When I'm not at the theatre, I squeeze in as much sightseeing as is humanly possible during my trips to New York City. The heat and humidity didn't make it easy this time but I persevered.
First up was a return visit to the American Museum of Natural History for Race to the End of the Earth. What's better on a sweltering day than a little polar exploration?
The exhibit tells the story of the competition between British Navy Capt. Robert Scott and Norwegian explorer Roald Amundsen in 1910 to be the first to reach the South Pole.
It was a contest of unimaginable hardship, told through artifacts from the two expeditions, photographs and a time line that relates what they were up against every step of the way.
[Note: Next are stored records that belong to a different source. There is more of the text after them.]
/**
 * Exact geodesic distance from a source set on an intrinsic mesh.
 * Throws USAGE for bad sources or options, LIMIT when the memory budget
 * (or an explicit window cap) does not hold the run, and NUMERIC when the
 * run passes a bound no correct run reaches (guard.ts: windows piling up on
 * one edge of a near-degenerate mesh) rather than running on endlessly.
 */
export function exactDistance(mesh: IntrinsicMesh, sources: SourceSet, opts: ExactOptions = {}): ExactResult {
  const t = mesh.topology;
  const maxD = opts.maxDistance ?? Infinity;
  if (!(maxD >= 0)) throw usageError(`maxDistance must be a non-negative number, got ${opts.maxDistance}`);
  const maxW = opts.maxWindows ?? Infinity;
  if (!(maxW >= 1)) throw usageError(`maxWindows must be a positive number, got ${opts.maxWindows}`);
  const budget = opts.memoryBudget ?? DEFAULT_MEMORY_BUDGET;
  if (!(budget > 0)) throw usageError(`memoryBudget must be a positive number of bytes, got ${opts.memoryBudget}`);
  sources.points.forEach((p) => checkSurfacePoint(p, t, 'source'));
  sources.curves.forEach((c, i) => c.forEach((p) => checkSurfacePoint(p, t, `curve ${i}`)));
  const targets = (opts.targets ?? []).map((p) => checkSurfacePoint(p, t, 'target'));
  if (opts.geometry && opts.geometry.mesh !== mesh) throw usageError('geometry was prepared for another mesh');
  const geometry = opts.geometry ?? prepareExactGeometry(mesh);

  // a whole-mesh run reserves 64 windows per face at once (within the budget): large typed arrays
  // are zero pages mapped lazily, so only the windows made cost memory, and doubling (copying,
  // touching every copied page) is avoided on most meshes; rough terrain needs more and grows. A
  // run that stops early (targets, maxDistance) starts small and doubles: it makes few windows,
  // and a huge reservation per query costs more than it saves (measured: a two-point query on
  // 20k faces took 3x longer). Where the reservation is refused (a browser tab's limit), start
  // small too. Only whole-mesh runs project their size (budget.ts): an early stop's extent is
  // unknown.
  const small = Math.min(maxW, 65536);
  const whole = targets.length === 0 && maxD === Infinity;
  let s: ExactState;
  try {
    s = createState(mesh, maxD, maxW, whole ? Math.min(maxW, wholeMeshReservation(t.nf)) : small, geometry, budget, whole);
  } catch (e) {
    if (!(e instanceof RangeError)) throw e;
    try {
      s = createState(mesh, maxD, maxW, small, geometry, budget, whole);
    } catch (e2) {
      if (!(e2 instanceof RangeError)) throw e2;
      throw limitError(`exact geodesics: the system refused memory for the run's arrays (mesh of ${t.nf} faces); free memory or use the heat method (--method heat)`);
    }
  }
  markPseudoSources(s);
  const all = seedSources(s, sources);
  const bary = [0, 0, 0];

  const ev: Evaluation = { value: Infinity, kind: EVAL_NONE, id: -1, x: 0 };
  const best = (p: SurfacePoint): Evaluation => {
    const out: Evaluation = { value: Infinity, kind: EVAL_NONE, id: -1, x: 0 };
    for (const f of facesOfPoint(t, p)) {
      baryInFace(t, f, p, bary);
      evaluateInFace(s, f, bary, ev);
      if (ev.value < out.value) Object.assign(out, ev);
    }
    if (p.kind === 'vertex' && s.dist[p.vertex]! <= out.value) {
      Object.assign(out, { value: s.dist[p.vertex]!, kind: EVAL_CORNER, id: p.vertex, x: 0 });
    }
    return out;
  };
  let stop: ((key: number) => boolean) | undefined;
  if (targets.length) {
    const done = new Uint8Array(targets.length);
    stop = (key) => {
      let all = true;
      for (let i = 0; i < targets.length; i++) {
        if (done[i]) continue;
        if (best(targets[i]!).value <= key) done[i] = 1;
        else all = false;
      }
      return all;
    };
  }
  let stopKey: number;
  try {
    stopKey = runEvents(s, withProgress(s, stop, opts.progress));
  } catch (e) {
    // a queue that cannot grow (the window store reports its own refusals through s.overflow)
    if (!(e instanceof RangeError)) throw e;
    throw limitError(
      `exact geodesics: the system refused memory for the event queues (${e.message}; ${s.win.count} windows stored, mesh of ${t.nf} faces); ` +
        'free memory, set a maximum distance (maxDistance, --max-distance), or use the heat method (--method heat) for whole fields',
    );
  }
  if (s.diverged) throw divergedError(s, s.events);
  if (s.overflow) throw overflowError(s);
  const reach = Math.min(stopKey, maxD);
  const distance = new Float64Array(t.nv);
  for (let v = 0; v < t.nv; v++) distance[v] = s.dist[v]! <= reach ? s.dist[v]! : Infinity;
  const field: DistanceField = { method: 'exact', distance, sources: [...sources.points, ...sources.curves.flat()] };
  const sourcePoint = (root: number, from: SurfacePoint): SurfacePoint => rootPoint(s, all, root, from);
  return {
    field,
    windows: s.win.count,
    facesTouched: countTouched(s),
    complete: stopKey === Infinity && !s.capped,
    // runEvents returns a key ≤ maxDistance only when stop() fired (an overflow threw above)
    stoppedBy: stopKey < Infinity && stopKey <= maxD ? 'targets' : stopKey < Infinity || s.capped ? 'maxDistance' : null,
    peakBytes: Math.max(s.win.budget.peakBytes, s.win.budget.total(s.win.count)),
    distanceAt(p) {
      checkSurfacePoint(p, t, 'point');
      const v = best(p).value;
      return v <= reach ? v : Infinity;
    },
    pathTo(p) {
      checkSurfacePoint(p, t, 'point');
      const b = best(p);
      if (!(b.value <= reach) || !Number.isFinite(b.value)) return { points: [], length: Infinity };
      const points = tracePath(s, p, b, sourcePoint);
      return { points, length: chainLength(mesh, points) };
    },
    windowUsage: (samples) => windowUsage(s, samples),
  };
}
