/**
 * Intrinsic mollification (Sharp & Crane, "A Laplacian for nonmanifold
 * triangle meshes", CGF 39(5), 2020).
 *
 * Adding one constant ε to every edge length changes each triangle-inequality
 * margin l_j + l_k − l_i by +ε (two lengths gain ε, one loses ε), so
 *   ε = max(0, max over faces and corners of δ − (l_j + l_k − l_i))
 * is the smallest uniform addition that makes every face satisfy
 * l_j + l_k − l_i ≥ δ strictly. Relative changes are ε / l, tiny when δ is a
 * small fraction of the mean edge length h.
 */
import type { IntrinsicMesh } from './intrinsic.js';
import { meanEdgeLength } from './intrinsic.js';

/** Result of {@link mollify}. */
export interface Mollified {
  /** The mesh with lengths ℓ + ε (the input object itself when ε = 0). */
  mesh: IntrinsicMesh;
  /** The uniform length added to every edge, in mesh units. */
  epsilon: number;
  /** The margin δ that was asked for, in mesh units. */
  delta: number;
}

/** Default δ as a fraction of the mean edge length. */
export const DEFAULT_MOLLIFY_DELTA = 1e-5;

/**
 * Makes every face satisfy the strict triangle inequality by at least
 * δ = `relativeDelta` · h (h = mean edge length). Never modifies the input;
 * returns it unchanged when no face needs help.
 */
export function mollify(m: IntrinsicMesh, relativeDelta = DEFAULT_MOLLIFY_DELTA): Mollified {
  const { topology: t, edgeLength: L } = m;
  const delta = Math.max(0, relativeDelta) * meanEdgeLength(m);
  let eps = 0;
  for (let f = 0; f < t.nf; f++) {
    const a = L[t.edgeOf[3 * f]!]!, b = L[t.edgeOf[3 * f + 1]!]!, c = L[t.edgeOf[3 * f + 2]!]!;
    const need = Math.max(delta - (b + c - a), delta - (a + c - b), delta - (a + b - c));
    if (need > eps) eps = need;
  }
  if (!(eps > 0)) return { mesh: m, epsilon: 0, delta };
  const out = new Float64Array(L.length);
  for (let e = 0; e < L.length; e++) out[e] = L[e]! + eps;
  return { mesh: { topology: t, edgeLength: out }, epsilon: eps, delta };
}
At right is an example of the wooden huts the British built at their camp. Apparently they were especially unprepared for how quickly the temperature plunged from cold to unbearably cold.
Just to give you an idea, last night's temperature at the Amundsen-Scott South Pole Station in Antarctica was -56 degrees Fahrenheit, with a wind chill that made it feel like -90. That's MINUS 90.
Neither expedition had the high-tech gear that polar researchers use today to make their work safer, no Gore-Tex to keep them warm. (They wore parkas made from reindeer fur and you can touch a sample - it's smooth and silky.)
The exhibit tells the story very well. It explains not just what happened but why. The decisions Scott and Amundsen made about what to bring, when to start out, their backgrounds and personalities, all figured in the outcome.
Here's a segment NPR did about Race to the End of the Earth with the museum's Ross MacPhee and polar explorer John Huston. The exhibit runs through Jan. 2.
I made my first trip to the Jewish Museum for the now-closed Curious George Saves the Day.
This was another interesting story that was unknown to me: how the husband and wife who wrote and illustrated the Curious George books, Margret and H.A. Rey, fled Europe during World War II.
It was so poignant to read the handwritten letter that Hans Rey sent to his British publisher, telling him they made an "adventurous flight from Paris" by bicycle in June 1940, two days before the Nazis marched in.
After traveling by bicycle and train, the Reys reached Lisbon. They sailed from there to South America and finally to the United States, reaching New York City in October 1940. The first Curious George book was published a year later.
The mischievous monkey came from sketches of animals that Hans Rey made when he lived in Brazil in the 1920s and '30s and traveled along the Amazon selling goods. (Apparently, he also complained about the tropical heat, hence the Man with the Yellow Hat.)
The theme of narrowly escaping peril that figures into Curious George's adventures parallels the Reys' escape from the Nazis. (It's amazing how deep children's books are once you learn about the background.)
Curious George Saves the Day moves to the Contemporary Jewish Museum in San Francisco from Nov. 14 - March 13, 2011. Here's more about the exhibit from the WBUR radio program On Point.
I don't eat much red meat but I'd been hearing so much about the Shake Shack, which opened in midtown Manhattan, that I really wanted to try it.
Well, the line stretched out the door and down the street. I don't think I've ever stood in a longer line to get a hamburger. All told, it took about 30 minutes.
The verdict: delicious! I was afraid it would be dry, tasteless fast-food fare. Just the opposite.
My Shack Burger with lettuce and tomato was juicy, flavorful, not overly greasy. And the mayonnaise-based Shack Sauce provided the perfect condiment. Accompanied by a refreshing Arnold Palmer, it was a nice light pre-theatre dinner.
Finally, I walked by the fire station at 8th Avenue and 48th Street that houses Engine Co. 54, Ladder 4.
The "Pride of Midtown," which protects Broadway, proudly proclaims that it's "never missed a performance." Judging from the mural, they really get into the role, too.
If you pass by, stop for a moment at the memorial to the 15 men from the station who lost their lives responding to the Sept. 11 attacks. Firefighters enter places where everyone else is trying to flee. Heroes all.